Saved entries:
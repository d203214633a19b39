#!/usr/bin/python3
# SPDX-License-Identifier: GPL-3.0-or-later
# SPDX-FileCopyrightText: The Tiltfield developers
"""laws-run.py TILTFIELD_RUN: a table of random regions through `bring` and `laws --json`, and the whole document worked out anew in numpy and
scipy from the same table. Prints TAP.

Hale's rule: Hale & Nicholson 1925 as Zhukova et al. 2020 restate it. Minima: the official months of the sunspot number (SILSO). Old and new
cycle about a minimum: the mean of two paths 28 exp(-t/90 months) (Hathaway 2011, constants from memory). Intervals: scipy's binomtest.
Theil and Sen: scipy's theilslopes. Exact chances: scipy's fisher_exact. The axial mean: scipy's circmean of the doubled angles.
Debian packages: python3-scipy, python3-numpy.
"""
import csv
import datetime
import json
import math
import os
import subprocess
import sys
import tempfile
import warnings

import numpy as np
from scipy import optimize, stats

RUN = sys.argv[1]
work = tempfile.TemporaryDirectory(prefix="tiltfield-laws-run-")
os.environ["XDG_STATE_HOME"] = os.path.join(work.name, "state")
warnings.simplefilter("ignore")
number = 0
NAN = math.nan
MONTH = 365.25 / 12 * 86400
MINIMA = {20: (1964, 10), 21: (1976, 3), 22: (1986, 9), 23: (1996, 8), 24: (2008, 12), 25: (2019, 12)}
FORMS = ("linear", "linear-free", "sine", "sine-of-tilt")
ESTIMATORS = ("least-squares", "flux-weighted", "robust", "bin-medians")


def path(name):
    return os.path.join(work.name, name)


def test(sentence):
    """Runs a function as one TAP line; what it returns is printed below it."""
    def wrap(function):
        global number
        number += 1
        try:
            details, good = function(), True
        except Exception as error:  # every failure must become a line
            details, good = f"{type(error).__name__}: {error}", False
        print(f"{'ok' if good else 'not ok'} {number} - {sentence}", flush=True)
        if details:
            print(f"#   {details}", flush=True)
        return function
    return wrap


def run(*words):
    done = subprocess.run([RUN, *words], stdout=subprocess.PIPE, stderr=subprocess.PIPE, text=True, timeout=200)
    if done.returncode != 0:
        raise RuntimeError(f"{words}: exit {done.returncode}: {done.stderr[-500:]}")
    return done.stdout


def laws(*words):
    return json.loads(run("laws", path("x.ledger"), "--json", "--hale-draws", "0", "--joy-draws", "0", "--drift-draws", "0", *words))


def near(what, got, expected, tolerance=1e-9):
    """Numbers, or lists of them; None in the document is NaN here, and NaN is near NaN alone."""
    got = np.atleast_1d(np.array(got, float))
    expected = np.atleast_1d(np.array(expected, float))
    assert got.shape == expected.shape, f"{what}: {got} and {expected}"
    both = np.isnan(got) & np.isnan(expected)
    assert (both | (np.abs(got - expected) <= tolerance * np.maximum(1, np.abs(expected)))).all(), f"{what}: {got} for {expected}"


# -- the table --------------------------------------------------------------------------------------

def seconds(year, month=1, day=1):
    return (datetime.datetime(year, month, day) - datetime.datetime(2000, 1, 1)).total_seconds()


def middle(year, month):
    """The middle of a month."""
    return 0.5 * (seconds(year, month) + seconds(year + month // 12, month % 12 + 1))


STARTS = {number: middle(*when) for number, when in MINIMA.items()}


def made_marks(draw):
    """One to five marks of 700 regions, 1979 to 2016; away from the limits in time and latitude, where rounding would decide."""
    marks = []
    for region in range(700):
        lat0, begin = draw.choice([-1, 1]) * draw.uniform(1, 38), draw.uniform(seconds(1979), seconds(2016))
        tilt0, lead, sep = 0.4 * abs(lat0) + draw.normal(0, 22), draw.choice([-1, 1, 1, 1]), draw.uniform(0.8, 9)
        flux, lacks, ephemeral = 10 ** draw.uniform(20.2, 23), draw.integers(12), draw.random() < 0.06
        for k in range(draw.integers(1, 6)):
            s, lat = round(begin + k * 86400 + draw.uniform(0, 3600)), lat0 + draw.normal(0, 0.4)
            tilt = float(np.clip(tilt0 + draw.normal(0, 6), -89.9, 89.9))
            cycle = max(n for n in STARTS if STARTS[n] <= s)
            expected = (1 if lat > 0 else -1) * (1 if cycle % 2 else -1)
            flip = -1 if draw.random() < 0.06 else 1
            marks.append({
                "region": f"R{region}", "time": s, "lat_deg": lat, "cmd_deg": draw.uniform(-75, 75), "mu": draw.uniform(0.2, 1),
                "axis_tilt_deg": NAN if lacks == 1 else tilt, "tilt_sigma_deg": draw.uniform(1, 30), "separation_deg": NAN if lacks == 2 else sep,
                "separation_sigma_deg": draw.uniform(0.05, 2), "flux_unsigned_mx": NAN if lacks == 3 else flux * draw.uniform(0.5, 1),
                "imbalance": draw.uniform(-0.9, 0.9), "compactness": NAN if lacks == 4 else draw.uniform(0.3, 3),
                "leading_polarity": 0 if lacks == 5 else expected * lead * flip, "leading_sure": "false" if draw.random() < 0.04 else "true",
                "size": "ephemeral" if ephemeral else "region"})
    return [m for m in marks if is_clear(m)]


def months_from(s, cycle):
    return (s - STARTS[cycle]) / MONTH if cycle in STARTS else math.inf


MOVED = {}  # (cycle, hemisphere) -> ((seconds, latitude), ...): divides that a person moved


def divide(s, young, hemisphere=1):
    """Between the paths of the cycle that goes and of the one that begins at the minimum of @young, or as moved."""
    if (young, hemisphere) in MOVED:
        return float(np.interp(s, *np.array(MOVED[young, hemisphere]).T))
    return 14 * math.exp(-months_from(s, young - 1) / 90) + 14 * math.exp(-max(months_from(s, young), 0) / 90)


def is_clear(mark):
    """Half a month and 0.02 degrees from any limit, also when all minima come half a year earlier or later."""
    for shift in (-0.5, 0, 0.5):
        s, lat = mark["time"] - shift * 365.25 * 86400, abs(mark["lat_deg"])
        for n in STARTS:
            dt = months_from(s, n)
            if min(abs(dt - edge) for edge in (-36, -24, 0, 18, 30)) < 0.5:
                return False
            if n > 20 and -24 <= dt <= 18 and min(abs(abs(lat - divide(s, n)) - 4), abs(lat - divide(s, n))) < 0.02:
                return False
    return min(abs(lat - edge) for edge in (3, 5, 6, 8, 22)) > 0.01


def write(marks):
    with open(path("table.csv"), "w", newline="", encoding="ascii") as out:
        writer = csv.DictWriter(out, marks[0])
        writer.writeheader()
        for mark in marks:
            row = {name: "" if isinstance(v, float) and math.isnan(v) else repr(v) if isinstance(v, float) else v for name, v in mark.items()}
            row["time"] = (datetime.datetime(2000, 1, 1) + datetime.timedelta(seconds=mark["time"])).isoformat() + "Z"
            writer.writerow({name: float(v) if isinstance(v, np.floating) else v for name, v in row.items()})


# -- the laws, said again -----------------------------------------------------------------------------

class Study:
    """Choices by their defaults; a test changes some."""
    def __init__(self, **other):
        self.cmd, self.rule, self.zone, self.steep, self.joy_steep, self.separation = 60, "flux", 3, 75, 90, 0
        self.cycle, self.later, self.bracketed, self.form, self.estimator, self.alone = "sure", 0, False, "linear", "robust", False
        self.__dict__.update(other)


def call(study, s, lat):
    """Cycle, the other one, and whether it is sure."""
    s, side, lat = s - study.later, 1 if lat >= 0 else -1, abs(lat)
    by_date = max(n for n in STARTS if STARTS[n] <= s)
    if study.cycle == "date":
        return by_date, None, True
    band, low, far = (4, 6, 22) if study.cycle == "sure" else (0, 0, 90)
    since, until = months_from(s, by_date), -months_from(s, by_date + 1)
    for young in (by_date, by_date + 1):
        if (young == by_date and since <= 18) or (young == by_date + 1 and until <= 24):
            above = lat - divide(s, young, side)
            likely = young if above > 0 else young - 1
            return likely, 2 * young - 1 - likely, abs(above) > band
    if 18 < since < 30 and lat < low:
        return by_date, by_date - 1, False
    if 24 < until < 36 and lat >= far:
        return by_date, by_date + 1, False
    return by_date, None, True


def judge(study, m):
    """(verdict or the reason why there is none, cycle, whether it is sure)."""
    cycle, _, sure = call(study, m["time"], m["lat_deg"])
    lat, tilt = m["lat_deg"], m["axis_tilt_deg"]
    expected = (1 if lat > 0 else -1) * (-1) ** (cycle + 1)
    reasons = (((1 - abs(m["imbalance"])) / 2 < 0.1, "hale-unipolar"), (m["leading_polarity"] == 0, "hale-no-polarity"),
               (abs(lat) < study.zone, "hale-equator"), (m["mu"] < 0.34, "hale-near-limb"), (abs(tilt) > study.steep, "hale-steep"),
               (m["leading_sure"] == "false", "hale-leader-unsure"), (not sure, "hale-cycle-unsure"))
    for holds, reason in reasons:
        if holds:
            return reason, cycle, sure
    return "keeps" if m["leading_polarity"] == expected else "breaks", cycle, sure


def mean_of(marks):
    """The mean of the marks: of tilts that of axes; a leader on which they differ is unsure."""
    best = min(marks, key=lambda m: (abs(m["cmd_deg"]), m["time"]))
    row = dict(best)
    for name in ("time", "lat_deg", "cmd_deg", "mu", "tilt_sigma_deg", "separation_deg", "separation_sigma_deg", "flux_unsigned_mx", "imbalance",
                 "compactness"):
        row[name] = float(np.nanmean([m[name] for m in marks]))
    tilts = np.array([m["axis_tilt_deg"] for m in marks])
    row["axis_tilt_deg"] = NAN if np.isnan(tilts).all() else math.degrees(np.angle(np.nansum(np.exp(2j * np.radians(tilts))))) / 2
    leads = [m["leading_polarity"] for m in marks]
    if min(leads) < 0 < max(leads):
        row["leading_polarity"], row["leading_sure"] = (1 if leads.count(1) > leads.count(-1) else -1), "false"
    elif any(leads):
        row["leading_polarity"] = max(leads, key=abs)
    return row


def pick(study, marks, changing):
    """Sieve, rule, region conditions, verdicts: one pick a passage, or all."""
    kept = [m for m in marks if abs(m["cmd_deg"]) <= study.cmd]
    passages = {}
    for m in kept:
        passages.setdefault(m["region"], []).append(m)
    picks = []
    for own in passages.values():
        if study.rule == "every":
            picks += [dict(m) for m in own]
            continue
        within = [m for m in own if study.rule != "flux" or m["mu"] >= 0.5] if study.rule != "mean" else [m for m in own if abs(m["cmd_deg"]) <= 45]
        if not within:
            continue
        if study.rule == "mean":
            picks.append(mean_of(within))
            continue
        if study.rule == "flux" and not math.isnan(within[0]["flux_unsigned_mx"]):
            best = max(within, key=lambda m: m["flux_unsigned_mx"])
        else:
            best = min(within, key=lambda m: (abs(m["cmd_deg"]), m["time"]))
        times = [m["time"] for m in own]
        picks.append(dict(best, bracketed=best["time"] not in (min(times), max(times))))
    picks = [p for p in picks if (p["size"] == "ephemeral") == study.alone and not p["separation_deg"] < study.separation
             and not (study.bracketed and not p["bracketed"])]
    for p in picks:
        p["verdict"], p["cycle"], p["sure"] = judge(study, p)
    if changing is None and study.rule != "every":
        changing = set()
        for p in picks:
            said = [judge(study, m)[0] for m in passages[p["region"]] if m["mu"] >= 0.5]
            said = [v for v in said if v in ("keeps", "breaks")]
            if p["verdict"] in ("keeps", "breaks") and said.count(p["verdict"]) < 0.8 * len(said):
                changing.add(p["region"])
    for p in picks:
        if study.rule != "every" and p["verdict"] in ("keeps", "breaks") and p["region"] in changing:
            p["verdict"] = "hale-changes"
    return picks, changing


def weighted_median(values, weights):
    """The middle of all points at which sum w |v - x| is least."""
    points = np.unique(values)
    loss = np.array([(weights * np.abs(values - point)).sum() for point in points])
    best = points[loss <= loss.min() * (1 + 1e-12)]
    return 0.5 * (best[0] + best[-1])


def mad(values):
    return 1.4826 * stats.median_abs_deviation(values)


def joy_rows(study, picks):
    return [p for p in picks if p["verdict"] != "breaks" and not math.isnan(p["axis_tilt_deg"]) and abs(p["axis_tilt_deg"]) <= study.joy_steep
            and not p["compactness"] < 0.5 and not (study.estimator == "flux-weighted" and math.isnan(p["flux_unsigned_mx"]))]
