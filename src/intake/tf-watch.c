/* SPDX-License-Identifier: GPL-3.0-or-later
 * SPDX-FileCopyrightText: The Tiltfield developers
 */
#include "tf-watch.h"

#include <sys/stat.h>

#include "tf-intake.h"

enum
{
  LOOK_MS = 1000,     /* between two looks at files that are on their way */
  QUIET_S = 20,       /* between looks when nothing is said: not every file system tells */
  PATIENCE_LOOKS = 60 /* a file that rests but stays short is handed on, so that it is told */
};

/* What is known of one file. */
typedef struct
{
  gint64 size, mtime;
  guint looks; /* at which it was as it is now */
  gboolean handed_on;
} Seen;

typedef struct
{
  int refs; /* atomic: owner, thread */
  GMutex mutex;
  char *folder;
  GHashTable *files; /* path -> Seen; guarded */
} Shared;

struct _TfWatch
{
  Shared *shared;
  TfWatchFunc func;
  gpointer data;
  GFileMonitor *monitor;
  GCancellable *gone;
  guint timer;
  gboolean looking, again;
  guint n_waiting;
};

static void
shared_unref (Shared *shared)
{
  if (!g_atomic_int_dec_and_test (&shared->refs))
    return;
  g_mutex_clear (&shared->mutex);
  g_hash_table_unref (shared->files);
  g_free (shared->folder);
  g_free (shared);
}

/* -- in the thread --------------------------------------------------------------------------- */

typedef struct
{
  GPtrArray *ready;
  guint n_waiting;
} Looked;

static void
looked_free (gpointer data)
{
  Looked *looked = data;
  g_ptr_array_unref (looked->ready);
  g_free (looked);
}

static Seen *
see (Shared *shared, const char *path, const struct stat *info)
{
  Seen *seen = g_hash_table_lookup (shared->files, path);
  if (seen == NULL)
    {
      seen = g_new0 (Seen, 1);
      seen->size = -1;
      g_hash_table_insert (shared->files, g_strdup (path), seen);
    }
  gint64 mtime = (gint64)info->st_mtim.tv_sec * 1000000000 + info->st_mtim.tv_nsec;
  gboolean same = seen->size == info->st_size && seen->mtime == mtime;
  seen->looks = same ? seen->looks + 1 : 0;
  seen->handed_on = same && seen->handed_on;
  seen->size = info->st_size;
  seen->mtime = mtime;
  return seen;
}

static void
look_at (Shared *shared, const char *path, Looked *looked)
{
  struct stat info;
  if (stat (path, &info) != 0 || !S_ISREG (info.st_mode))
    return;
  Seen *seen = see (shared, path, &info);
  if (seen->handed_on)
    return;
  if (seen->looks > 0 && (tf_fits_is_whole (path) || seen->looks >= PATIENCE_LOOKS))
    {
      seen->handed_on = TRUE;
      g_ptr_array_add (looked->ready, g_strdup (path));
    }
  else
    looked->n_waiting++;
}

static void
look_in_thread (GTask *task, gpointer source, gpointer data, GCancellable *cancellable)
{
  Shared *shared = data;
  Looked *looked = g_new0 (Looked, 1);
  looked->ready = g_ptr_array_new_with_free_func (g_free);
  const char *folders[] = { shared->folder, NULL };
  g_auto (GStrv) files = tf_intake_list ((char *const *)folders, NULL); /* gone for a while: none */
  g_mutex_lock (&shared->mutex);
  for (guint k = 0; files != NULL && files[k] != NULL; k++)
    look_at (shared, files[k], looked);
  g_mutex_unlock (&shared->mutex);
  g_task_return_pointer (task, looked, looked_free);
}

/* -- in the main context --------------------------------------------------------------------- */

static void look (TfWatch *watch);

static gboolean
timer_ends (gpointer data)
{
  TfWatch *watch = data;
  watch->timer = 0;
  look (watch);
  return G_SOURCE_REMOVE;
}

static void
look_later (TfWatch *watch)
{
  if (watch->timer == 0)
    watch->timer = watch->n_waiting > 0 ? g_timeout_add (LOOK_MS, timer_ends, watch)
                                        : g_timeout_add_seconds (QUIET_S, timer_ends, watch);
}

static void
looked_done (GObject *source, GAsyncResult *result, gpointer data)
{
  g_autoptr (GError) error = NULL;
  Looked *looked = g_task_propagate_pointer (G_TASK (result), &error);
  if (looked == NULL)
    return; /* the watch is gone */
  TfWatch *watch = data;
  watch->looking = FALSE;
  watch->n_waiting = looked->n_waiting;
  g_ptr_array_add (looked->ready, NULL);
  if (watch->again)
    look (watch);
  else
    look_later (watch);
  if (looked->ready->len > 1)
    watch->func ((char *const *)looked->ready->pdata, watch->data);
  looked_free (looked);
}

static void
look (TfWatch *watch)
{
  watch->again = watch->looking;
  if (watch->looking)
    return;
  watch->looking = TRUE;
  g_clear_handle_id (&watch->timer, g_source_remove);
  g_atomic_int_inc (&watch->shared->refs);
  g_autoptr (GTask) task = g_task_new (NULL, watch->gone, looked_done, watch);
  g_task_set_task_data (task, watch->shared, (GDestroyNotify)shared_unref);
  g_task_run_in_thread (task, look_in_thread);
}

/* Something moved in the folder: a look soon, since a file in the making moves many times. */
static void
told (GFileMonitor *monitor, GFile *file, GFile *other, GFileMonitorEvent event, TfWatch *watch)
{
  g_clear_handle_id (&watch->timer, g_source_remove);
  watch->timer = g_timeout_add (LOOK_MS / 2, timer_ends, watch);
}

TfWatch *
tf_watch_new (const char *folder, TfWatchFunc func, gpointer data, GError **error)
{
  g_return_val_if_fail (folder != NULL && func != NULL, NULL);
  g_autoptr (GDir) dir = g_dir_open (folder, 0, error);
  if (dir == NULL)
    return NULL;
  TfWatch *watch = g_new0 (TfWatch, 1);
  g_autoptr (GFile) file = g_file_new_for_path (folder);
  watch->shared = g_new0 (Shared, 1);
  watch->shared->refs = 1;
  watch->shared->folder = g_canonicalize_filename (folder, NULL);
  watch->shared->files = g_hash_table_new_full (g_str_hash, g_str_equal, g_free, g_free);
  g_mutex_init (&watch->shared->mutex);
  watch->func = func;
  watch->data = data;
  watch->gone = g_cancellable_new ();
  /* without one the quiet looks are left */
  watch->monitor = g_file_monitor_directory (file, G_FILE_MONITOR_WATCH_MOVES, NULL, NULL);
  if (watch->monitor != NULL)
    g_signal_connect (watch->monitor, "changed", G_CALLBACK (told), watch);
  look (watch);
  return watch;
}

void
tf_watch_free (TfWatch *watch)
{
  if (watch == NULL)
    return;
  g_cancellable_cancel (watch->gone);
  g_clear_handle_id (&watch->timer, g_source_remove);
  if (watch->monitor != NULL)
    g_signal_handlers_disconnect_by_data (watch->monitor, watch);
  g_clear_object (&watch->monitor);
  g_object_unref (watch->gone);
  shared_unref (watch->shared);
  g_free (watch);
}

const char *
tf_watch_get_folder (const TfWatch *watch)
{
  return watch->shared->folder;
}

guint
tf_watch_get_n_waiting (const TfWatch *watch)
{
  return watch->n_waiting;
}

**WHAT THE TASK ASKS:** Filter the entries down to the lines with the word "range" in them.

**EXERCISE RESPONSE:**
    for region in range(700):
        for k in range(draw.integers(1, 6)):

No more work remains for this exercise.